Given data Start Marker
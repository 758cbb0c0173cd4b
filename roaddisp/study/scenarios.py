"""Settings of every scenario: the base, and what each scenario overrides in it."""

from __future__ import annotations

import copy
import json
from collections.abc import Mapping, Sequence
from dataclasses import dataclass
from typing import Any

from pydantic import BaseModel, ValidationError

from roaddisp.study.keys import allowed_text, submodel
from roaddisp.study.problems import Problems, listed, nearest
from roaddisp.study.schema import ALTERNATIVES, AT_LEAST_ONE, NEEDED, SECTIONS, Section
from roaddisp.study.toml_places import KeyPath, TomlPlaces

BASE = "base"


@dataclass(frozen=True)
class Settings:
    """The checked settings of one scenario.

    Attributes
    ----------
    name : str
    sections : mapping of section to its model, None where it cannot be used
    written : mapping
        Text of the settings with defaults filled in, for the record.
    places : TomlPlaces
    """

    name: str
    sections: Mapping[str, Any]
    written: Mapping[str, Any]
    file: str
    places: TomlPlaces

    def section(self, name: str) -> Any:
        """Return the model of a section, None where it cannot be used."""
        return self.sections.get(name)

    def place(self, *path: str | int) -> str:
        """Say where a key stands: in the scenario where it is overridden, else in the base."""
        return _place(self.places, self.name, path)

    def signature(self, *names: str) -> str:
        """Text that is the same for scenarios whose sections are the same."""
        return json.dumps({name: self.written.get(name) for name in names}, default=str)


def _place(places: TomlPlaces, scenario: str, path: KeyPath) -> str:
    for end in range(len(path), 0, -1):
        own = ("scenario", scenario, *path[:end])
        if scenario != BASE and own in places:
            return places.place(own)
        if path[:end] in places:
            return places.place(path[:end])
    return places.place(("scenario", scenario)) if scenario != BASE else ""


def read_settings(
    document: Mapping[str, Any], places: TomlPlaces, file: str, problems: Problems
) -> list[Settings]:
    """Check the settings of the base and of every scenario.

    Parameters
    ----------
    document : mapping
        ``study.toml`` as `tomllib` reads it.
    places : TomlPlaces
    file : str
        Name of the settings file, for messages.
    problems : Problems

    Returns
    -------
    list of Settings
        The base first. Sections with errors keep what could be used of them.
    """
    base = {key: value for key, value in document.items() if key != "scenario"}
    settings = [_checked(BASE, base, places, file, problems)]
    scenarios = document.get("scenario", {})
    if not isinstance(scenarios, dict):
        problems.error(
            "scenario is not a table",
            file=file,
            place=places.place(("scenario",)),
            value=scenarios,
            allowed="[scenario.<name>]",
            mend="give each scenario a name",
        )
        return settings
    for name, overrides in scenarios.items():
        place = places.place(("scenario", name))
        if name == BASE or not name.strip():
            problems.error(
                "the name of this scenario is taken",
                file=file,
                place=place,
                value=name,
                allowed="any other name: the keys outside [scenario] are the scenario 'base'",
                mend="rename the scenario",
            )
        elif not isinstance(overrides, dict):
            problems.error(
                "a scenario is not a table",
                file=file,
                place=place,
                value=overrides,
                allowed=f"[scenario.{name}] and keys below it",
                mend="write it as a table",
            )
        else:
            _refuse_own_crs(name, overrides, places, file, problems)
            merged = _merged(base, overrides, ("scenario", name), places)
            settings.append(_checked(name, merged, places, file, problems))
    return settings


def _refuse_own_crs(
    name: str, overrides: Mapping[str, Any], places: TomlPlaces, file: str, problems: Problems
) -> None:
    study = overrides.get("study")
    for key in ("crs", "timezone"):
        if isinstance(study, dict) and key in study:
            problems.error(
                f"study.{key}: the same in every scenario",
                file=file,
                place=places.place(("scenario", name, "study", key)),
                value=study[key],
                allowed=f"one {key}, in [study]",
                mend="take it out of the scenario",
            )


def _merged(
    base: Mapping[str, Any], over: Mapping[str, Any], path: KeyPath, places: TomlPlaces
) -> dict[str, Any]:
    """Lay a scenario over the base, key by key; a whole (inline) table replaces."""
    merged = copy.deepcopy(dict(base))
    for key, value in over.items():
        here = (*path, key)
        below = merged.get(key)
        if isinstance(value, dict) and isinstance(below, dict) and here not in places.inline:
            merged[key] = _merged(below, value, here, places)
        else:
            merged[key] = copy.deepcopy(value)
    pair = ALTERNATIVES.get(str(path[-1])) if len(path) == 3 else None
    if pair is not None and sum(key in over for key in pair) == 1:
        for key in pair:
            if key not in over:
                merged.pop(key, None)
    return merged


def _checked(
    name: str, raw: Mapping[str, Any], places: TomlPlaces, file: str, problems: Problems
) -> Settings:
    for key in raw:
        if key not in SECTIONS:
            near = nearest(key, SECTIONS)
            problems.error(
                "an unknown table",
                file=file,
                place=_place(places, name, (key,)),
                value=key,
                allowed=listed([*SECTIONS, "scenario"]),
                mend=f"did you mean {near!r}?" if near else "remove it",
            )
    sections: dict[str, Any] = {}
    written: dict[str, Any] = {}
    for key, model in SECTIONS.items():
        if key not in raw and key in NEEDED:
            problems.error(
                f"the table [{key}] is missing",
                file=file,
                allowed=f"[{key}] with its keys",
                mend="add it; `roaddisp inputs` describes it",
            )
            sections[key] = None
            continue
        section = _Checker(name, key, model, places, file, problems)
        sections[key] = section.check(raw.get(key, {}))
        written[key] = _with_defaults(model, raw.get(key, {}))
    return Settings(name, sections, written, file, places)


@dataclass(frozen=True)
class _Checker:
    """Checks one section, and keeps what can be used of it."""

    scenario: str
    key: str
    model: type[Section]
    places: TomlPlaces
    file: str
    problems: Problems

    def check(self, raw: Any) -> Section | None:
        if not isinstance(raw, dict):
            self._error((), "not a table", raw, f"[{self.key}] and keys below it", "")
            return None
        usable = copy.deepcopy(raw)
        dropped: set[KeyPath] = set()
        for _attempt in range(50):
            try:
                section = self.model.model_validate(usable)
            except ValidationError as error:
                faults = _one_each(error.errors(), usable)
                for path, fault in faults.items():
                    if fault["type"] != "missing" or path not in dropped:
                        self._report(path, fault)
                if any(
                    fault["type"] == "missing" and len(path) == 1 for path, fault in faults.items()
                ):
                    return None
                for path in faults:
                    _drop(usable, path, dropped)
            else:
                return self._alternatives(section, raw)
        return None

    def _alternatives(self, section: Section, raw: Mapping[str, Any]) -> Section | None:
        pair = ALTERNATIVES.get(self.key)
        if pair is None:
            some = AT_LEAST_ONE.get(self.key)
            if some is None or any(key in raw for key in some):
                return section
            words = listed(repr(key) for key in some)
            self._error((), f"none of {words} is given", "", f"at least one of {words}", "add one")
            return None
        given = [key for key in pair if key in raw]
        if len(given) == 1:
            return section if getattr(section, given[0]) is not None else None
        said = "both" if given else "neither"
        self._error(
            (given[-1],) if given else (),
            f"{said} of {pair[0]!r} and {pair[1]!r} given",
            "",
            f"{pair[0]!r} or {pair[1]!r}",
            "keep one" if given else "add one",
        )
        return None

    def _error(self, path: KeyPath, message: str, value: Any, allowed: str, mend: str) -> None:
        full = (self.key, *path)
        place = _place(self.places, self.scenario, full)
        where = ".".join(str(part) for part in full)
        self.problems.error(
            f"{where}: {message}",
            file=self.file,
            place=place,
            value=value if isinstance(value, str) else _toml(value),
            allowed=allowed,
            mend=mend,
        )

    def _report(self, loc: KeyPath, fault: Any) -> None:
        kind, context = fault["type"], fault.get("ctx", {})
        field, allowed = _field(self.model, loc)
        if kind == "extra_forbidden":
            names = list(_model_at(self.model, loc[:-1]).model_fields)
            near = nearest(str(loc[-1]), names)
            mend = f"did you mean {near!r}?" if near else "remove it"
            self._error(loc, "an unknown key", fault["input"], listed(names), mend)
        elif kind == "missing":
            mend = f"add it: {field}" if field else "add it"
            self._error(loc, "the key is missing", "", allowed, mend)
        elif kind == "study":
            self._error(loc, context["fault"], fault["input"], context["allowed"], context["mend"])
        else:
            message = {
                "string_type": "not a text",
                "bool_type": "not true or false",
                "int_type": "not a whole number",
                "list_type": "not a list",
                "dict_type": "not a table",
                "model_type": "not a table",
            }.get(kind, str(fault["msg"]).lower())
            expects = {
                "string_type": "a text in quotation marks",
                "bool_type": "true, false",
                "int_type": "a whole number",
                "list_type": "a list in square brackets",
            }.get(kind, "")
            self._error(loc, message, fault["input"], allowed or expects, "correct the value")


def _key_path(loc: tuple[Any, ...], raw: Any) -> KeyPath:
    """Keep of pydantic's location what are keys: it also names the branch of a union."""
    path: list[str | int] = []
    node = raw
    for number, part in enumerate(loc):
        last = number == len(loc) - 1
        if isinstance(node, dict) and (part in node or not path):
            path.append(part)
            node = node.get(part)
        elif isinstance(node, list) and isinstance(part, int) and part < len(node):
            path.append(part)
            node = node[part]
        elif isinstance(node, dict) and last and not _is_branch(part):
            path.append(part)
    return tuple(path)


def _is_branch(part: object) -> bool:
    """Whether a part of a location is pydantic's name of a union's branch."""
    return "[" in str(part) or part in {"str", "dict", "list", "constrained-int"}


def _one_each(faults: Sequence[Any], raw: dict[str, Any]) -> dict[KeyPath, Any]:
    """Keep one fault for each key: a union reports one for each of its branches."""
    kept: dict[KeyPath, Any] = {}
    for fault in faults:
        kept.setdefault(_key_path(fault["loc"], raw), fault)
    return {
        path: fault
        for path, fault in kept.items()
        if fault["type"] != "literal_error"
        or not any(other != path and other[: len(path)] == path for other in kept)
    }


def _drop(raw: dict[str, Any], path: KeyPath, dropped: set[KeyPath]) -> None:
    """Take out what a fault names: the innermost entry of a table, but a list as a whole."""
    parent: dict[str, Any] = raw
    depth = 0
    while depth < len(path) - 1 and isinstance(parent.get(str(path[depth])), dict):
        parent = parent[str(path[depth])]
        depth += 1
    if path[depth] not in parent and depth > 0:
        _drop(raw, path[:depth], dropped)
        return
    parent.pop(str(path[depth]), None)
    dropped.add(path[: depth + 1])


def _model_at(model: type[BaseModel], path: KeyPath) -> type[BaseModel]:
    for part in path:
        if part in model.model_fields:
            model = submodel(model.model_fields[str(part)].annotation) or model
    return model


def _field(model: type[BaseModel], loc: KeyPath) -> tuple[str, str]:
    if not loc:
        return "", ""
    owner = _model_at(model, loc[:-1])
    field = owner.model_fields.get(str(loc[-1]))
    if field is None and len(loc) > 1:
        field = model.model_fields.get(str(loc[0]))
    return (field.description or "", allowed_text(field)) if field is not None else ("", "")


def _with_defaults(model: type[BaseModel], raw: Any) -> dict[str, Any]:
    """Fill in the defaults as text, leaving out keys that have no value."""
    if not isinstance(raw, dict):
        return {}
    filled: dict[str, Any] = {}
    for key, field in model.model_fields.items():
        value = raw.get(key, field.get_default())
        inner = submodel(field.annotation)
        if inner is not None and isinstance(value, dict):
            value = _with_defaults(inner, value)
        if value is not None and str(value) != "PydanticUndefined":
            filled[key] = copy.deepcopy(value)
    return filled


def _toml(value: Any) -> str:
    return json.dumps(value, default=str, ensure_ascii=False)
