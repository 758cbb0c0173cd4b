"""A table as the user wrote it, before anything is made of its cells."""

from __future__ import annotations

import csv
import io
from collections.abc import Sequence
from dataclasses import dataclass
from pathlib import Path
from typing import Any, Final

import numpy as np

from roaddisp.study.files import decode
from roaddisp.study.problems import Problems, nearest

MOST_COLUMNS: Final = 4000


@dataclass(frozen=True)
class RawTable:
    """Columns of a CSV file or of a vector layer.

    Attributes
    ----------
    file : str
    layer : str
        Empty for a CSV.
    names : tuple of str
        Headers as they stand.
    cells : tuple of sequences
        By column: text from a CSV (empty where missing); text, numbers or None
        from a layer.
    lines, rows : sequence of int
        Line and number, from 0, of each row in a CSV; empty for a layer. Rows that
        could not be read are noted as problems and left out.
    geometry : object array of WKB, or None
    crs : str or None
    """

    file: str
    layer: str
    names: tuple[str, ...]
    cells: tuple[Sequence[Any], ...]
    lines: Sequence[int]
    rows: Sequence[int] = ()
    geometry: Any = None
    crs: str | None = None

    def __len__(self) -> int:
        if self.geometry is not None:
            return len(self.geometry)
        return len(self.cells[0]) if self.cells else 0

    @property
    def is_layer(self) -> bool:
        """Whether it came from a vector layer."""
        return bool(self.layer)

    def place(self, row: int | None = None, column: str = "") -> str:
        """Say where a cell is; ``row`` counts from 0, the text from 1."""
        parts = [f"layer {self.layer!r}"] if self.is_layer else []
        if row is not None and self.is_layer:
            parts.append(f"feature {row + 1}")
        elif row is not None:
            parts.append(f"row {self.rows[row] + 1}")
            parts.append(f"line {self.lines[row]}")
        if column:
            parts.append(f"column {column!r}")
        return ", ".join(parts)


def read_csv(path: Path, name: str, problems: Problems) -> RawTable | None:
    """Read a CSV file as text; note every row that cannot be read.

    The first line that is neither empty nor begins with ``#`` is the header.
    Fields are parted by commas, quoted with ``"`` where need be.

    Returns
    -------
    RawTable or None
        None where no row can be trusted.
    """
    try:
        content = path.read_bytes()
    except OSError as error:
        problems.error(f"the file cannot be read ({error.strerror})", file=name)
        return None
    text = decode(content, problems, name)
    if text is None:
        return None
    skipped, body = _skip_notes(text)
    reader = csv.reader(io.StringIO(body, newline=""), strict=True)
    columns: list[list[str]] = []
    lines: list[int] = []
    rows: list[int] = []
    ragged: list[tuple[int, int, int]] = []
    header: list[str] = []
    known: dict[str, str] = {}
    try:
        header = [cell.strip() for cell in next(reader, [])]
        if not _header_fits(header, name, skipped + 1, problems):
            return None
        columns = [[] for _ in header]
        for cells in reader:
            if not cells or not any(cells):
                continue
            line = reader.line_num + skipped
            if len(cells) != len(header):
                ragged.append((len(lines) + len(ragged), line, len(cells)))
                continue
            rows.append(len(lines) + len(ragged))
            lines.append(line)
            for column, cell in zip(columns, cells, strict=True):
                column.append(known.setdefault(cell, cell))
    except csv.Error as error:
        problems.error(
            f"the rows cannot be parted into cells ({error})",
            file=name,
            place=f"line {reader.line_num + skipped}",
            allowed='cells parted by commas, with " around a cell that holds a comma',
            mend="look for a quotation mark that is not closed, or whether the file is cut short",
        )
        return None
    if ragged:
        row, line, found = ragged[0]
        problems.error(
            "a row has not as many cells as the header",
            file=name,
            place=f"row {row + 1}, line {line}",
            value=f"{found} cells",
            allowed=f"{len(header)} cells",
            mend="look for a missing or a decimal comma, or whether the file is cut short",
            count=len(ragged),
        )
        if not lines:
            return None
    if not lines:
        problems.error(
            "the table has a header and no rows",
            file=name,
            allowed="at least one row",
            mend="look whether the file was copied whole",
        )
        return None
    return RawTable(name, "", tuple(header), tuple(columns), lines, rows)


def _skip_notes(text: str) -> tuple[int, str]:
    """Leave out the notes above the header; say how many lines they are."""
    start = skipped = 0
    while start < len(text):
        end = text.find("\n", start)
        line = text[start : end if end >= 0 else len(text)]
        if line.strip() and not line.lstrip().startswith("#"):
            break
        skipped += 1
        start = end + 1 if end >= 0 else len(text)
    return skipped, text[start:]


def _header_fits(header: list[str], name: str, line: int, problems: Problems) -> bool:
    place = f"header, line {line}"
    if not any(header):
        problems.error("the file has no header", file=name, allowed="a header and rows below it")
        return False
    for mark, called in ((";", "semicolons"), ("\t", "tabs"), ("|", "bars")):
        if len(header) == 1 and mark in header[0]:
            problems.error(
                f"the cells are parted by {called}",
                file=name,
                place=place,
                value=header[0],
                allowed="commas",
                mend="save the table with commas (and points in its decimals)",
            )
            return False
    if len(header) > MOST_COLUMNS:
        problems.error(
            "too many columns",
            file=name,
            place=place,
            value=f"{len(header)}",
            allowed=f"at most {MOST_COLUMNS}",
        )
        return False
    twice = sorted({each for each in header if each and header.count(each) > 1})
    if twice:
        problems.error(
            "a header stands twice",
            file=name,
            place=place,
            value=", ".join(twice),
            allowed="each header once",
            mend="rename or delete one of the columns",
        )
        return False
    return True


def near_header(name: str, table: RawTable) -> str:
    """Suggest the header that is most like a name, or list what there is."""
    from roaddisp.quantities import split_header
    from roaddisp.study.problems import listed

    plain = [split_header(header)[0] for header in table.names]
    near = nearest(name, plain)
    if near is not None:
        return f"did you mean {table.names[plain.index(near)]!r}? (case matters)"
    return f"the columns there are: {listed(table.names)}"


def as_text(cell: Any) -> str:
    """Write a cell as text: an id may come from a layer as a number; None is empty."""
    if isinstance(cell, str):
        return cell.strip()
    if cell is None or (isinstance(cell, float | np.floating) and np.isnan(cell)):
        return ""
    if isinstance(cell, float | np.floating) and float(cell).is_integer():
        return str(int(cell))
    return str(cell).strip()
Given data End Marker
Work instruction >> All lines in the records that contain "setdefault" are to be copied and returned.

Your solution >>
        kept.setdefault(_key_path(fault["loc"], raw), fault)
                column.append(known.setdefault(cell, cell))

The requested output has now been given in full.